[Records drawn from a dataset]
// SPDX-License-Identifier: GPL-2.0-or-later
#include "model/galaxy_turbulence.h"

#include <algorithm>
#include <cmath>

#include "base/constants.h"
#include "base/random.h"
#include "model/strip_points.h"
#include "sphere/gaussian_field.h"
#include "sphere/harmonics.h"

namespace foreglow {
namespace {

enum Field : std::uint32_t { BrightnessField = 1, EField = 2, BField = 3, IndexField = 4 };

constexpr double turnover =
    18;  // about pi times the distance of the emission over the turbulence's outer scale
constexpr double kolmogorov = 11.0 / 6;
constexpr double index_power = 1.3;
constexpr int summed = 20000;

// C_l ~ (l^2 + l0^2)^-power from l = 2 on, with the variance of its sum to infinity.
std::vector<double> make_spectrum(int lmax, double power, double variance) {
    const auto shape = [&](double l) { return std::pow(l * l + turnover * turnover, -power); };
    double sum = 0;
    for (int l = 2; l < summed; ++l)
        sum += (2.0 * l + 1) * shape(l);
    const double end = summed;  // beyond it the integral of 2 l (l^2 + l0^2)^-power
    sum += std::pow(end * end + turnover * turnover, 1 - power) / (power - 1);
    std::vector<double> cl(static_cast<std::size_t>(lmax) + 1, 0.0);
    for (std::size_t l = 2; l < cl.size(); ++l)
        cl[l] = variance * 4 * constants::pi / sum * shape(static_cast<double>(l));
    return cl;
}

}  // namespace

TurbulenceWaves::TurbulenceWaves(const GalaxySpec& galaxy, const HealpixGrid& grid, bool polarized)
    : grid_(grid) {
    const int lmax = 2 * grid.nside();
    const auto draw = [&](Field field, double power, double variance) {
        return make_gaussian_alm(make_spectrum(lmax, power, variance), lmax, {galaxy.seed, 0, field});
    };
    if (galaxy.turbulence && galaxy.disc) {
        brightness_ = draw(BrightnessField, kolmogorov, 1);
        // q and u have unit variance each: E and B together have 2.
        if (polarized) stokes_ = AlmEB{draw(EField, kolmogorov, 4.0 / 3), draw(BField, kolmogorov, 2.0 / 3)};
    }
    if (galaxy.index_scatter > 0) index_ = draw(IndexField, index_power, 1);
}

TurbulenceFields TurbulenceWaves::everywhere() const {
    TurbulenceFields fields;
    if (brightness_) fields.brightness = synthesize(*brightness_, grid_);
    if (index_) fields.index = synthesize(*index_, grid_);
    if (!stokes_) return fields;
    StokesValues stokes = synthesize_spin2(*stokes_, grid_);
    fields.q = std::move(stokes.q);
    fields.u = std::move(stokes.u);
    return fields;
}

TurbulenceFields TurbulenceWaves::at(std::span<const std::int64_t> pixels) const {
    TurbulenceFields fields;
    fields.brightness.resize(brightness_ ? pixels.size() : 0);
    fields.index.resize(index_ ? pixels.size() : 0);
    fields.q.resize(stokes_ ? pixels.size() : 0);
    fields.u.resize(fields.q.size());
    for (const RingPlaces& group : sort_by_ring(grid_, pixels)) {
        const HealpixGrid::Ring ring = grid_.ring(group.ring);
        const RingStrip strip{group.ring, 1, false};
        std::vector<double> values(static_cast<std::size_t>(ring.pixels)), others(values.size());
        const auto pick = [&](const std::vector<double>& from, std::vector<double>& to) {
            for (const std::size_t place : group.places)
                to[place] = from[static_cast<std::size_t>(pixels[place] - ring.first_pixel)];
        };
        if (brightness_) {
            synthesize_strip(*brightness_, grid_, strip, values);
            pick(values, fields.brightness);
        }
        if (index_) {
            synthesize_strip(*index_, grid_, strip, values);
            pick(values, fields.index);
        }
        if (!stokes_) continue;
        synthesize_strip_spin2(*stokes_, grid_, strip, values, others);
        pick(values, fields.q);
        pick(others, fields.u);
    }
    return fields;
}

TurbulenceFields make_turbulence_fields(const GalaxySpec& galaxy, const HealpixGrid& grid, bool polarized) {
    return TurbulenceWaves(galaxy, grid, polarized).everywhere();
}

TurbulencePixel turbulence_of(const GalaxySpec& galaxy, const GalaxySightline& line, double g, double q,
                              double u) {
    if (!(line.emitting_length > 0)) return {};
    const double cells = std::sqrt(2 * galaxy.turbulence_length / line.emitting_length);
    const double sigma = std::min(0.6, 0.8 * cells);
    const double polarized = 0.6 * 0.75 * line.random_share * cells;
    return {std::exp(sigma * g - 0.5 * sigma * sigma), polarized * q, polarized * u};
}

}  // namespace foreglow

> [What the exercise asks] All records shown above are to be reproduced without any alteration.

> [Task solution]
// SPDX-License-Identifier: GPL-2.0-or-later
#include "model/galaxy_turbulence.h"

#include <algorithm>
#include <cmath>

#include "base/constants.h"
#include "base/random.h"
#include "model/strip_points.h"
#include "sphere/gaussian_field.h"
#include "sphere/harmonics.h"

namespace foreglow {
namespace {

enum Field : std::uint32_t { BrightnessField = 1, EField = 2, BField = 3, IndexField = 4 };

constexpr double turnover =
    18;  // about pi times the distance of the emission over the turbulence's outer scale
constexpr double kolmogorov = 11.0 / 6;
constexpr double index_power = 1.3;
constexpr int summed = 20000;

// C_l ~ (l^2 + l0^2)^-power from l = 2 on, with the variance of its sum to infinity.
std::vector<double> make_spectrum(int lmax, double power, double variance) {
    const auto shape = [&](double l) { return std::pow(l * l + turnover * turnover, -power); };
    double sum = 0;
    for (int l = 2; l < summed; ++l)
        sum += (2.0 * l + 1) * shape(l);
    const double end = summed;  // beyond it the integral of 2 l (l^2 + l0^2)^-power
    sum += std::pow(end * end + turnover * turnover, 1 - power) / (power - 1);
    std::vector<double> cl(static_cast<std::size_t>(lmax) + 1, 0.0);
    for (std::size_t l = 2; l < cl.size(); ++l)
        cl[l] = variance * 4 * constants::pi / sum * shape(static_cast<double>(l));
    return cl;
}

}  // namespace

TurbulenceWaves::TurbulenceWaves(const GalaxySpec& galaxy, const HealpixGrid& grid, bool polarized)
    : grid_(grid) {
    const int lmax = 2 * grid.nside();
    const auto draw = [&](Field field, double power, double variance) {
        return make_gaussian_alm(make_spectrum(lmax, power, variance), lmax, {galaxy.seed, 0, field});
    };
    if (galaxy.turbulence && galaxy.disc) {
        brightness_ = draw(BrightnessField, kolmogorov, 1);
        // q and u have unit variance each: E and B together have 2.
        if (polarized) stokes_ = AlmEB{draw(EField, kolmogorov, 4.0 / 3), draw(BField, kolmogorov, 2.0 / 3)};
    }
    if (galaxy.index_scatter > 0) index_ = draw(IndexField, index_power, 1);
}

TurbulenceFields TurbulenceWaves::everywhere() const {
    TurbulenceFields fields;
    if (brightness_) fields.brightness = synthesize(*brightness_, grid_);
    if (index_) fields.index = synthesize(*index_, grid_);
    if (!stokes_) return fields;
    StokesValues stokes = synthesize_spin2(*stokes_, grid_);
    fields.q = std::move(stokes.q);
    fields.u = std::move(stokes.u);
    return fields;
}

TurbulenceFields TurbulenceWaves::at(std::span<const std::int64_t> pixels) const {
    TurbulenceFields fields;
    fields.brightness.resize(brightness_ ? pixels.size() : 0);
    fields.index.resize(index_ ? pixels.size() : 0);
    fields.q.resize(stokes_ ? pixels.size() : 0);
    fields.u.resize(fields.q.size());
    for (const RingPlaces& group : sort_by_ring(grid_, pixels)) {
        const HealpixGrid::Ring ring = grid_.ring(group.ring);
        const RingStrip strip{group.ring, 1, false};
        std::vector<double> values(static_cast<std::size_t>(ring.pixels)), others(values.size());
        const auto pick = [&](const std::vector<double>& from, std::vector<double>& to) {
            for (const std::size_t place : group.places)
                to[place] = from[static_cast<std::size_t>(pixels[place] - ring.first_pixel)];
        };
        if (brightness_) {
            synthesize_strip(*brightness_, grid_, strip, values);
            pick(values, fields.brightness);
        }
        if (index_) {
            synthesize_strip(*index_, grid_, strip, values);
            pick(values, fields.index);
        }
        if (!stokes_) continue;
        synthesize_strip_spin2(*stokes_, grid_, strip, values, others);
        pick(values, fields.q);
        pick(others, fields.u);
    }
    return fields;
}

TurbulenceFields make_turbulence_fields(const GalaxySpec& galaxy, const HealpixGrid& grid, bool polarized) {
    return TurbulenceWaves(galaxy, grid, polarized).everywhere();
}

TurbulencePixel turbulence_of(const GalaxySpec& galaxy, const GalaxySightline& line, double g, double q,
                              double u) {
    if (!(line.emitting_length > 0)) return {};
    const double cells = std::sqrt(2 * galaxy.turbulence_length / line.emitting_length);
    const double sigma = std::min(0.6, 0.8 * cells);
    const double polarized = 0.6 * 0.75 * line.random_share * cells;
    return {std::exp(sigma * g - 0.5 * sigma * sigma), polarized * q, polarized * u};
}

}  // namespace foreglow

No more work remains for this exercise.